I have been scouring CRAN and Google for a function (that I wouldn't have to code myself) that would calculate the sample size needed for a pre-post design with a dichotomous outcome - to no avail. If I'm wrong, please let me know!

I came across an R script from a university course and was wondering if someone wouldn't mind double-checking it for me - I've revised it a bit. (the URL is: http://www.statistik.lmu.de/institut/lehrstuhl/semwiso/bm-sose2009/CaCo/v8_4.pdf)

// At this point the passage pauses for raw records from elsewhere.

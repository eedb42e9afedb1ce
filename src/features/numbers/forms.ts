// The engineer's estimate and plan as a form holds them (text as typed), the Yup rules that mirror
// shared/schemas/numbers.ts (the server's zod schema stays the authority; tests/web/numbers-forms
// checks both give the same verdict), and the conversion to the API's inputs. Money is typed as
// "12,500.00" and converted with parseCents; percents are typed as percents ("3" = 3 %) and stored
// as exact decimal fractions ("0.03"), never through binary floating point.
import * as yup from 'yup';
import { clampFactors } from '@shared/domain/data/clamp-factors';
import { resins } from '@shared/domain/data/resins';
import { Dec } from '@shared/domain/decimal';
import { formatCentsPlain, minorUnitDigits, parseCents } from '@shared/domain/money';
import type { AreaUnit, ForceUnit } from '@shared/domain/clamp-force';
import type { NumbersInputs } from '@shared/domain/request-numbers';
import type { FormedBy, ShrinkConvention } from '@shared/domain/shrinkage';
import {
  clampCheckInput,
  dimensionCheckInput,
  estimateInput,
  numbersInputsSchema,
  planInput,
  type NumbersInputsInput,
} from '@shared/schemas/numbers';

export interface NumbersFormValues {
  modificationCost: string;
  leadDays: string;
  trialRoundsExpected: string;
  newInsertCost: string;
  duplicateToolCost: string;
  plannedUnits: string;
  partsPerUnit: string;
  /** Percent: "3" = 3 %. */
  scrapPercent: string;
  currency: string;
  fob: string;
  freight: string;
  dutyPercent: string;
  wholesale: string;
  retail: string;
  dimensionOn: boolean;
  oldPartMm: string;
  newPartMm: string;
  resinId: string;
  /** Datasheet shrink in percent ("0.55" = 0.55 %); empty: the middle of the resin's range. */
  shrinkPercent: string;
  convention: ShrinkConvention;
  formedBy: FormedBy;
  clampOn: boolean;
  projectedArea: string;
  areaUnit: AreaUnit;
  factorId: string;
  factor: string;
  safetyFactor: string;
  pressTonnage: string;
  pressUnit: ForceUnit;
}

export type NumbersFormField = keyof NumbersFormValues;

const WHOLE = /^\d+$/;
const MONEY = /^(\d+|\d{1,3}(,\d{3})+)(\.\d+)?$/;
const DECIMAL = /^(\d{1,9}(\.\d{1,6})?|\.\d{1,6})$/;
/** A percent typed by a person: up to 4 decimals, so the fraction has at most 6. */
const PERCENT = /^(\d{1,3}(\.\d{1,4})?|\.\d{1,4})$/;

const CURRENCY_OK = (v: string) => {
  if (!/^[A-Za-z]{3}$/.test(v)) return false;
  try {
    minorUnitDigits(v.toUpperCase());
    return true;
  } catch {
    return false;
  }
};

/** The currency the amounts are typed in: the entered one, else the one the figures use now. */
export const formCurrency = (v: Pick<NumbersFormValues, 'currency'>, fallback: string) =>
  CURRENCY_OK(v.currency.trim()) ? v.currency.trim().toUpperCase() : fallback;

/** Exact cents for typed money, or NaN when it is not an amount in this currency. */
export function centsOrNaN(text: string, currency: string): number {
  try {
    return parseCents(text, currency);
  } catch {
    return Number.NaN;
  }
}

/** "3" (percent) -> "0.03" (fraction), exactly. */
export const percentToFraction = (p: string) => new Dec(p.trim()).div(100).toString();
/** "0.03" (fraction) -> "3" (percent), exactly. */
export const fractionToPercent = (f: string) => new Dec(f).times(100).toString();

// ---------------------------------------------------------------------------------------------
// Rules

const money = (what: string) =>
  yup
    .string()
    .trim()
    .test('money', `Use an amount like 12,500.00 for the ${what} (no currency sign)`, (v) => !v || MONEY.test(v))
    .test('cents', 'Too many decimal places for this currency', function check(v) {
      if (!v || !MONEY.test(v)) return true;
      const currency = CURRENCY_OK(String(this.parent.currency ?? '').trim()) ? String(this.parent.currency).trim().toUpperCase() : 'USD';
      return Number.isSafeInteger(centsOrNaN(v, currency));
    });

const whole = (min: number, max: number, message: string) =>
  yup
    .string()
    .trim()
    .test('whole', message, (v) => !v || WHOLE.test(v))
    .test('range', message, (v) => !v || !WHOLE.test(v) || (Number(v) >= min && Number(v) <= max));

const percent = (message: string, below: string) =>
  yup
    .string()
    .trim()
    .test('percent', message, (v) => !v || (PERCENT.test(v) && new Dec(v).lt(below)));

const decimal = (message: string, ok: (d: InstanceType<typeof Dec>) => boolean) =>
  yup
    .string()
    .trim()
    .test('decimal', message, (v) => !v || (DECIMAL.test(v) && ok(new Dec(v))));

const whenOn = (flag: 'dimensionOn' | 'clampOn', schema: yup.StringSchema, required: string) =>
  schema.when(flag, { is: true, then: (s) => s.required(required) });

export const numbersFormSchema = yup.object({
  modificationCost: money('cost of the cut'),
  leadDays: whole(0, Number.MAX_SAFE_INTEGER, 'Use a whole number of days'),
  trialRoundsExpected: whole(0, Number.MAX_SAFE_INTEGER, 'Use a whole number of trial rounds'),
  newInsertCost: money('new insert'),
  duplicateToolCost: money('duplicate tool'),
  plannedUnits: whole(1, 1_000_000_000, 'Use a whole number from 1 to 1,000,000,000, or leave it empty'),
  partsPerUnit: whole(1, 1000, 'Use a whole number from 1 to 1,000'),
  scrapPercent: percent('Use a percent below 100, like 3', '100'),
  currency: yup
    .string()
    .trim()
    .test('currency', 'Use a 3-letter ISO 4217 code, e.g. USD', (v) => !v || CURRENCY_OK(v)),
  fob: money('FOB price'),
  freight: money('freight'),
  dutyPercent: decimal('Use a percent like 6.5 (at most 1000)', (d) => d.lte(1000)),
  wholesale: money('wholesale price'),
  retail: money('retail price'),
  dimensionOn: yup.boolean(),
  oldPartMm: whenOn('dimensionOn', decimal('Use millimetres above zero, like 31.2', (d) => d.gt(0)), 'Enter the part dimension now'),
  newPartMm: whenOn('dimensionOn', decimal('Use millimetres above zero, like 32.0', (d) => d.gt(0)), 'Enter the part dimension after the change'),
  resinId: yup
    .string()
    .when('dimensionOn', { is: true, then: (s) => s.required('Pick the resin').oneOf(resins.map((r) => r.id), 'Pick the resin') }),
  shrinkPercent: percent('Use a percent below 10, like 0.55', '10'),
  convention: yup.string().oneOf(['astm_d955', 'shop_shortcut']),
  formedBy: yup.string().oneOf(['recess', 'protrusion']),
  clampOn: yup.boolean(),
  projectedArea: whenOn('clampOn', decimal('Use an area above zero, like 41.5', (d) => d.gt(0)), 'Enter the projected area'),
  areaUnit: yup.string().oneOf(['cm2', 'in2']),
  factorId: yup
    .string()
    .when('clampOn', { is: true, then: (s) => s.required('Pick a clamp factor').oneOf(clampFactors.map((f) => f.id), 'Pick a clamp factor') }),
  factor: decimal('Use a factor above zero', (d) => d.gt(0)),
  safetyFactor: whenOn('clampOn', decimal('Use a multiplier from 1 to 3, like 1.1', (d) => d.gte(1) && d.lte(3)), 'Enter the safety factor (1 = none)'),
  pressTonnage: decimal('Use the press rating, above zero', (d) => d.gt(0)),
  pressUnit: yup.string().oneOf(['short_tons', 'tonnes_force', 'kn']),
});

// ---------------------------------------------------------------------------------------------
// Inputs -> form

/** Stored cents as people type them: 680000 -> "6,800.00". */
const centsText = (c: number | null, currency: string) => (c === null ? '' : formatCentsPlain(c, currency));
const numText = (n: number | null) => (n === null ? '' : String(n));

export function toFormValues(inputs: NumbersInputs, currency: string): NumbersFormValues {
  const { estimate: e, plan: p, dimension: d, clamp: c } = inputs;
  return {
    modificationCost: centsText(e.modificationCostCents, currency),
    leadDays: numText(e.leadDays),
    trialRoundsExpected: numText(e.trialRoundsExpected),
    newInsertCost: centsText(e.newInsertCents, currency),
    duplicateToolCost: centsText(e.duplicateToolCents, currency),
    plannedUnits: numText(p.plannedUnits),
    partsPerUnit: numText(p.partsPerUnit),
    scrapPercent: p.scrapRate === null ? '' : fractionToPercent(p.scrapRate),
    currency: p.currency ?? '',
    fob: centsText(p.fobCents, currency),
    freight: centsText(p.freightPerUnitCents, currency),
    dutyPercent: p.dutyPercent ?? '',
    wholesale: centsText(p.wholesaleCents, currency),
    retail: centsText(p.retailCents, currency),
    dimensionOn: d !== null,
    oldPartMm: d?.oldPartMm ?? '',
    newPartMm: d?.newPartMm ?? '',
    resinId: d?.resinId ?? '',
    shrinkPercent: d?.shrink ? fractionToPercent(d.shrink) : '',
    convention: d?.convention ?? 'astm_d955',
    formedBy: d?.formedBy ?? 'recess',
    clampOn: c !== null,
    projectedArea: c?.projectedArea ?? '',
    areaUnit: c?.areaUnit ?? 'cm2',
    factorId: c?.factorId ?? '',
    factor: c?.factor ?? '',
    safetyFactor: c?.safetyFactor ?? '1.1',
    pressTonnage: c?.pressTonnage ?? '',
    pressUnit: c?.pressUnit ?? 'short_tons',
  };
}

// ---------------------------------------------------------------------------------------------
// Form -> inputs

const blank = (v: string) => v.trim() === '';

/** Typed text to the API value: '' -> null; anything that does not convert stays as given (the schema then refuses it). */
function convertMoney(v: string, currency: string): number | string | null {
  if (blank(v)) return null;
  const c = centsOrNaN(v.trim(), currency);
  return Number.isFinite(c) ? c : v;
}
function convertWhole(v: string): number | string | null {
  if (blank(v)) return null;
  return WHOLE.test(v.trim()) ? Number(v.trim()) : v;
}
function convertPercent(v: string): string | null {
  if (blank(v)) return null;
  return PERCENT.test(v.trim()) ? percentToFraction(v) : v;
}
const text = (v: string) => (blank(v) ? null : v.trim());

/** The API's inputs for these form values (strict: a bad field stays bad, for the server to refuse). */
export function toNumbersPayload(v: NumbersFormValues, fallbackCurrency: string): NumbersInputsInput {
  const currency = formCurrency(v, fallbackCurrency);
  return {
    estimate: {
      modificationCostCents: convertMoney(v.modificationCost, currency),
      leadDays: convertWhole(v.leadDays),
      trialRoundsExpected: convertWhole(v.trialRoundsExpected),
      newInsertCents: convertMoney(v.newInsertCost, currency),
      duplicateToolCents: convertMoney(v.duplicateToolCost, currency),
    } as NumbersInputsInput['estimate'],
    plan: {
      plannedUnits: convertWhole(v.plannedUnits),
      partsPerUnit: convertWhole(v.partsPerUnit),
      scrapRate: convertPercent(v.scrapPercent),
      currency: text(v.currency),
      fobCents: convertMoney(v.fob, currency),
      freightPerUnitCents: convertMoney(v.freight, currency),
      dutyPercent: text(v.dutyPercent),
      wholesaleCents: convertMoney(v.wholesale, currency),
      retailCents: convertMoney(v.retail, currency),
    } as NumbersInputsInput['plan'],
    dimension: v.dimensionOn
      ? {
          oldPartMm: v.oldPartMm.trim(),
          newPartMm: v.newPartMm.trim(),
          resinId: v.resinId,
          shrink: convertPercent(v.shrinkPercent),
          convention: v.convention,
          formedBy: v.formedBy,
        }
      : null,
    clamp: v.clampOn
      ? {
          projectedArea: v.projectedArea.trim(),
          areaUnit: v.areaUnit,
          factorId: v.factorId,
          factor: text(v.factor),
          safetyFactor: v.safetyFactor.trim(),
          pressTonnage: text(v.pressTonnage),
          pressUnit: v.pressUnit,
        }
      : null,
  };
}

/** Keeps the fields the schema accepts and empties the rest. */
function keepValid<T extends Record<string, unknown>>(shape: Record<string, { safeParse: (v: unknown) => { success: boolean } }>, values: T): T {
  return Object.fromEntries(Object.entries(values).map(([k, val]) => [k, shape[k]?.safeParse(val).success ? val : null])) as T;
}

/**
 * The inputs to compute the live figures with while the engineer types: a field that does not
 * read yet counts as empty, and a check with a field that does not read yet is left out.
 */
export function toLiveInputs(v: NumbersFormValues, fallbackCurrency: string): NumbersInputs {
  const p = toNumbersPayload(v, fallbackCurrency);
  const estimate = keepValid(estimateInput.shape, p.estimate as Record<string, unknown>);
  const plan = keepValid(planInput.shape, p.plan as Record<string, unknown>);
  const dimension = p.dimension && dimensionCheckInput.safeParse(p.dimension).success ? p.dimension : null;
  const clamp = p.clamp && clampCheckInput.safeParse(p.clamp).success ? p.clamp : null;
  const parsed = numbersInputsSchema.safeParse({ estimate, plan, dimension, clamp });
  return parsed.success ? parsed.data : numbersInputsSchema.parse({});
}

/** Server field paths -> form fields, for errors the server sends back. */
export const serverFieldMap: Record<string, NumbersFormField> = {
  'estimate.modificationCostCents': 'modificationCost',
  'estimate.leadDays': 'leadDays',
  'estimate.trialRoundsExpected': 'trialRoundsExpected',
  'estimate.newInsertCents': 'newInsertCost',
  'estimate.duplicateToolCents': 'duplicateToolCost',
  'plan.plannedUnits': 'plannedUnits',
  'plan.partsPerUnit': 'partsPerUnit',
  'plan.scrapRate': 'scrapPercent',
  'plan.currency': 'currency',
  'plan.fobCents': 'fob',
  'plan.freightPerUnitCents': 'freight',
  'plan.dutyPercent': 'dutyPercent',
  'plan.wholesaleCents': 'wholesale',
  'plan.retailCents': 'retail',
  'dimension.oldPartMm': 'oldPartMm',
  'dimension.newPartMm': 'newPartMm',
  'dimension.resinId': 'resinId',
  'dimension.shrink': 'shrinkPercent',
  'clamp.projectedArea': 'projectedArea',
  'clamp.factorId': 'factorId',
  'clamp.factor': 'factor',
  'clamp.safetyFactor': 'safetyFactor',
  'clamp.pressTonnage': 'pressTonnage',
};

samsize.mcnemar <- function(pi.01, pi.10, alpha, beta, sided) 
pi.d <- (pi.01 + pi.10)
N <- (qnorm(1 - alpha/sided) * sqrt(pi.d) + qnorm(1 - beta) *
    sqrt(pi.d - (pi.01 - pi.10)^2))^2/(pi.01 - pi.10)^2
# in my case, I am assuming that the 0 to 1 change will be 0.13 and that no 
# one will change from 1 to 0 

samsize.mcnemar(pi.01 = 0.13, pi.10 = 0, alpha = 0.05, beta = 0.2, sided = 2)

First, does this look correct?

Second, since this is not a matched-pairs design, I am not assuming that the intervention will cause people to revert back (if they are already performing the healthy behaviour). Should I be more conservative?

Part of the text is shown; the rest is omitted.